Project Summary The goal of this work is to achieve high-speed optical fluorescence imaging of 3D brain volume in moving, behaving mice, using miniature scanning mirrors in an implantable, fiber-coupled microscope. Existing implantable microscopes for neural imaging primarily image a single focal plane or may alter image depth using scanning mechanisms that are slow and/or reduce the optical resolution. Scanning mirrors based on microelectromechanical system (MEMS) technology can be placed near the objective lens of fiber-coupled miniature microscopes, and achieve very high scanning frequencies. MEMS scanners based on active piezoelectric materials can rapidly steer laser light through all three axes in space. Fluorescence imaging can then be performed with deep imaging penetration using the multi-photon effect excited by an ultrafast laser. Our Specific Aims are to (1) demonstrate high-performance MEMS mirrors for axial and lateral scanning with speed and form factor appropriate for brain imaging; (2) integrate mirrors into a prototype implantable microscope, for 3D imaging at cellular-to-sub-cellular resolution; (3) collect images of neural activation from moving mice. Small mirror mass and active scanner control will prevent undesired motion artifacts and increase sampling frequencies in localized regions of interest within the image volume. The successful conclusion of this work would provide novel instruments for neuron behavior in the 3D brain environment over extended periods, necessary for the study of neural functions including locomotion, social behavior, and learning.

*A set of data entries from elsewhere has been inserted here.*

/// The effect a known truth is stated for.
#[derive(Debug, Clone, Copy, PartialEq, Eq)]
pub enum TruthOf {
    /// Relative to the counterfactual.
    Relative,
    /// The average effect (per period or per unit, as the analysis reports it).
    Average,
    /// The total over the post-period.
    Cumulative,
}

impl TruthOf {
    /// Read the study's `truth_of` word (relative, average, cumulative).
    pub fn parse(word: &str) -> Option<TruthOf> {
        match word {
            "relative" => Some(TruthOf::Relative),
            "average" => Some(TruthOf::Average),
            "cumulative" => Some(TruthOf::Cumulative),
            _ => None,
        }
    }
}

impl KnownTruth {
    /// The analysis's summary of the same quantity, if it reports it.
    pub fn summary_of(&self, r: &AnalysisResult) -> Option<Summary> {
        match self.of {
            TruthOf::Relative => r.effect.relative,
            TruthOf::Average => Some(r.effect.average),
            TruthOf::Cumulative => r.effect.cumulative,
        }
    }

    /// The truth as written: a percentage or a number with the outcome's unit.
    pub fn text(&self, r: &AnalysisResult) -> String {
        match self.of {
            TruthOf::Relative => numbers::percent(self.value),
            _ => numbers::with_unit(
                &numbers::signed(self.value, numbers::decimals_for(&[self.value])),
                r.outcome_unit.as_deref(),
            ),
        }
    }
}

/// The family of methods an analysis belongs to: agreement within one family (two forecast
/// models) shares its assumptions; agreement across families is the independent check.
pub fn family(r: &AnalysisResult) -> &'static str {
    match r.verb.as_str() {
        "forecast" => "forecast",
        "synthetic" => "synthetic control",
        "match" => "propensity score",
        "compare" => "experiment comparison",
        "rollout" if r.method == "sdid" => "synthetic control",
        "rollout" => "difference in differences",
        "plan" => "plan",
        _ => "other",
    }
}

/// The study file a run was made from.
#[derive(Debug, Clone)]
pub struct StudyFile {
    /// Its path as given on the command line.
    pub path: String,
    /// Its text.
    pub contents: String,
}

/// A table a run built for its analyses (an event log turned into per-unit metric windows).
#[derive(Debug, Clone, PartialEq, serde::Serialize, serde::Deserialize)]
pub struct TableStep {
    /// The step's name in the study.
    pub name: String,
    /// Its description.
    pub describe: Option<String>,
    /// The command that rebuilds the table alone.
    pub command: String,
    /// The file written (its name inside the output folder's tables).
    pub output: String,
    /// Data rows.
    pub rows: usize,
    /// Column names.
    pub columns: Vec<String>,
}

/// Everything the report shows.
#[derive(Debug, Clone)]
pub struct ReportInput {
    /// Title of the page.
    pub title: String,
    /// The question in the analyst's words.
    pub question: String,
    /// The analyses, in the order they are shown.
    pub analyses: Vec<ReportAnalysis>,
    /// Tables the run built before its analyses (shown with the data).
    pub tables: Vec<TableStep>,
    /// The exact command that reproduces the report.
    pub command: String,
    /// The study file, when the run came from one.
    pub study_file: Option<StudyFile>,
}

项目摘要 这项工作的目标是实现高速光学荧光成像的三维脑体积在移动，行为小鼠，使用微型扫描镜在可植入的，光纤耦合显微镜。现有的用于神经成像的可植入显微镜主要对单个焦平面成像，或者可以使用缓慢和/或降低光学分辨率的扫描机制来改变图像深度。基于微机电系统（MEMS）技术的扫描镜可以放置在光纤耦合微型显微镜的物镜透镜附近，并实现非常高的扫描频率。基于有源压电材料的MEMS扫描仪可以快速引导激光通过空间中的所有三个轴。然后可以使用由超快激光激发的多光子效应进行具有深度成像穿透的荧光成像。我们的具体目标是：（1）展示高性能MEMS反射镜，用于轴向和横向扫描，速度和形状适合大脑成像;（2）将反射镜集成到原型植入式显微镜中，用于细胞到亚细胞分辨率的3D成像;（3）收集移动小鼠的神经激活图像。小的反射镜质量和主动扫描仪控制将防止不期望的运动伪影，并增加图像体积内的局部感兴趣区域中的采样频率。这项工作的成功完成将为3D大脑环境中的神经元行为提供新的工具，这对于研究神经功能（包括运动，社会行为和学习）是必要的。